Ein Blick auf die Uhr: halb eins. Höchste Zeit für die Mittagspause. Ein paar Menschen sitzen bereits in der Küche und diskutieren die Frage, ob sie sich etwas zu essen holen oder ob sie auswärts essen. Am Barbarossaplatz haben wir es in dieser Hinsicht leicht: Es wimmelt von Nahrungsangeboten. Es gibt chinesische Imbisse/Lokale, türkische, italienische, indisch-vegetarische, um nur einige zu nennen.

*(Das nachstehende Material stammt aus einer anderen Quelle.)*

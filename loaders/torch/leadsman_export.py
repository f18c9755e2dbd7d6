#!/usr/bin/env python3
"""Write a PyTorch image model as a bundle: graph.json, weights.safetensors, reference.safetensors.

    from leadsman_export import export
    export(model, torch.rand(1, 3, 224, 224), "my_model", labels=["horn", "pearl"])

    python3 leadsman_export.py --torchvision resnet18 --checkpoint resnet18.pth --out resnet18

The bundle's format is described in loaders/GRAPH_FORMAT.md. This file needs torch (1.13 or later)
and numpy; torchvision only for its command line.

How it works, in the order of this file:
  1. errors, and files written whole or not at all;
  2. the model is traced with torch.fx, and every node is run on the example as it is traced: its
     value is the reference, and tells sizes from data;
  3. nodes become layers: a handler for each module type, function or method (tables at "Handlers").
     A tensor between layers is a `Wire`; reshape, permute and the like only change how the next
     operation sees it (`View`), until the axes spell a form that an operator produces (`FORMS`);
  4. `export`, helpers that give untrained models weights worth comparing, the command line.

Adding support for a module or function is adding one handler: a Python function whose parameters
are those of the torch function it stands for, after `site`, the place in the user's model.
"""

import argparse
import contextlib
import dataclasses
import inspect
import json
import linecache
import math
import operator
import os
import pickle
import re
import sys
import types

import torch
import torch.nn.functional as F
from torch import fx, nn

FORMAT_VERSION = 1


# ---------------------------------------------------------------------------------------------
# Errors


class ExportError(Exception):
    """The model holds something that the graph format cannot say (or this file cannot read).

    The message names what, where in the module tree, the line of source, and what to do;
    `path`, `class_name` and `source` ("file:line") hold these for programs.
    """

    def __init__(self, reason, origin=None, advice=None):
        self.reason, self.advice = reason, advice
        self.path = origin.path if origin else None
        self.class_name = origin.class_name if origin else None
        self.source = f"{origin.file}:{origin.line}" if origin and origin.file else None
        lines = [reason]
        if origin:
            lines.append(f"  module: {origin.path or '(the model itself)'}, a {origin.class_name}")
        if self.source:
            text = linecache.getline(origin.file, origin.line).strip()
            lines.append(f"  source: {self.source}" + (f": {text}" if text else ""))
        if advice:
            lines.append(f"  what to do: {advice}")
        super().__init__("\n".join(lines))


@dataclasses.dataclass(frozen=True)
class Origin:
    """Where in the user's model something was computed."""

    path: str
    class_name: str
    file: str = ""
    line: int = 0


# ---------------------------------------------------------------------------------------------
# Files


@contextlib.contextmanager
def _written_whole(path):
    """A binary file that takes its name only when it is complete."""
    folder, name = os.path.split(os.path.abspath(path))
    temporary = os.path.join(folder, f".{name}.{os.getpid()}.tmp")
    try:
        with open(temporary, "wb") as file:
            yield file
        os.replace(temporary, path)
    except BaseException:
        with contextlib.suppress(FileNotFoundError):
            os.remove(temporary)
        raise


_SAFETENSORS_DTYPES = {
    torch.float64: "F64",
    torch.float32: "F32",
    torch.float16: "F16",
    torch.bfloat16: "BF16",
}


def _little_endian_bytes(tensor):
    tensor = tensor.detach().cpu().contiguous()
    if tensor.dtype == torch.bfloat16:  # numpy has no such type: take its bits
        tensor = tensor.view(torch.int16)
    array = tensor.numpy()
    return array.astype(array.dtype.newbyteorder("<"), copy=False).tobytes()


def write_safetensors(path, tensors, metadata=None):
    """Writes {name: tensor}: header length (8 bytes), JSON header, data.

    Wider types come first and the header is padded to a multiple of 8, so that every tensor is
    aligned for its type in a mapped file.
    """
    ordered = sorted(tensors.items(), key=lambda item: -item[1].element_size())
    header = {"__metadata__": metadata} if metadata else {}
    offset = 0
    for name, tensor in ordered:
        end = offset + tensor.numel() * tensor.element_size()
        header[name] = {
            "dtype": _SAFETENSORS_DTYPES[tensor.dtype],
            "shape": list(tensor.shape),
            "data_offsets": [offset, end],
        }
        offset = end
    text = json.dumps(header, separators=(",", ":")).encode("utf-8")
    text += b" " * (-len(text) % 8)
    with _written_whole(path) as file:
        file.write(len(text).to_bytes(8, "little"))
        file.write(text)
        for _, tensor in ordered:
            file.write(_little_endian_bytes(tensor))


def _write_text(path, text):
    with _written_whole(path) as file:
        file.write(text.encode("utf-8"))


def _graph_text(graph):
    """JSON with one layer a line: long graphs stay readable, and diffs short."""
    parts = []
    for key, value in graph.items():
        if key == "layers":
            lines = ",\n".join("    " + json.dumps(layer, ensure_ascii=False) for layer in value)
            parts.append(f'  "layers": [\n{lines}\n  ]')
        else:
            parts.append(f"  {json.dumps(key)}: {json.dumps(value, ensure_ascii=False)}")
    return "{\n" + ",\n".join(parts) + "\n}\n"


# ---------------------------------------------------------------------------------------------
# Tracing: fx records the operations, and each runs on the example at once
#
# Having values beside proxies answers what fx alone cannot: unpacking (`n, c, h, w = x.shape`,
# which fx reads from byte code, wrongly in torch 1.13 under Python 3.11), len(), and decisions
# about sizes. A decision about a tensor's contents stays an error.

_TORCH_FOLDER = os.path.dirname(os.path.abspath(torch.__file__)) + os.sep
_SIZE_QUERIES = frozenset(
    "shape size dim ndim ndimension numel nelement dtype device layout requires_grad is_cuda "
    "is_quantized is_nested is_sparse is_floating_point is_contiguous type names".split()
)
_SIZE_FUNCTIONS = frozenset({torch.is_floating_point, torch.is_complex, torch.numel})
_SAME_FOR_EVERY_PICTURE = (
    "write the forward pass so that it does the same for every picture: no decision, loop or "
    "Python number may depend on the values of a tensor"
)


class _ValueProxy(fx.Proxy):
    """A proxy whose value for the example is known to its tracer."""

    def __getattr__(self, name):
        return _ValueAttribute(self, name)

    def __iter__(self):
        value = self.tracer.value(self.node)
        if isinstance(value, (tuple, list)):
            return iter([self[i] for i in range(len(value))])
        raise self.tracer.error("a loop over a tensor", _SAME_FOR_EVERY_PICTURE)

    def __len__(self):
        return len(self.tracer.value(self.node))

    def __bool__(self):
        return bool(self.tracer.number(self, "a decision"))

    def _as_number(self):
        self.tracer.number(self, "a Python number")
        raise self.tracer.error(
            "a size of the example is turned into a Python number, which would fix it in the graph",
            "leave sizes as they come from x.shape, or use an operation that needs none",
        )

    __int__ = __index__ = __float__ = _as_number

    # Recorded as what they are, so that what else shares the tensor's memory changes with it.
    def __iadd__(self, other):
        return self.tracer.create_proxy("call_function", operator.iadd, (self, other), {})

    def __imul__(self, other):
        return self.tracer.create_proxy("call_function", operator.imul, (self, other), {})

    @classmethod
    def __torch_function__(cls, function, types, args=None, kwargs=None):
        return fx.Proxy.__torch_function__(function, types, args, kwargs)


class _ValueAttribute(_ValueProxy, fx.proxy.Attribute):
    """`proxy.name`: a node of its own unless it is called."""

Um ein Uhr ist es am Küchentisch angenehm voll. Jeder hat etwas zum Essen vor sich. Und es wird pausenartig geredet: über Kochrezepte, übers Fernsehprogramm, über AVT-Seminare und Selbsterfahrungswochenenden, über Müdigkeit und Erkältungskrankheiten, auch über Therapieerfolge und -schwierigkeiten.
Da es Dezember ist, steht am Nachmittag die Abrechnung der Therapien aus dem 4. Quartal auf dem Programm. Dazu gibt es ein Abrechnungsprogramm mit dem euphemistischen Namen „SMARTY“. Wenn man sich aber etwas in dieses Programm eingearbeitet hat und die Abrechnungsziffern für die Therapieleistungen kennt, ist es gar nicht so schwer. Die eigentliche Abrechnung mit dem Programm macht eine Fachkraft. Meine Aufgabe ist es, die Abrechnung vorzubereiten, indem ich die Therapeut*innen daran erinnere, von ihren Patient*innen die Überweisungen einzufordern, die Karten einzulesen und die fehlenden Ziffern einzutragen. Da es durch die Mittagspause allerdings etwas später geworden ist, steht erst einmal nur die erste Erinnerungsmail an die Therapeut*innen auf dem Programm.
So geht der Tag schnell vorbei und so ist das Praktikum schnell zu Ende.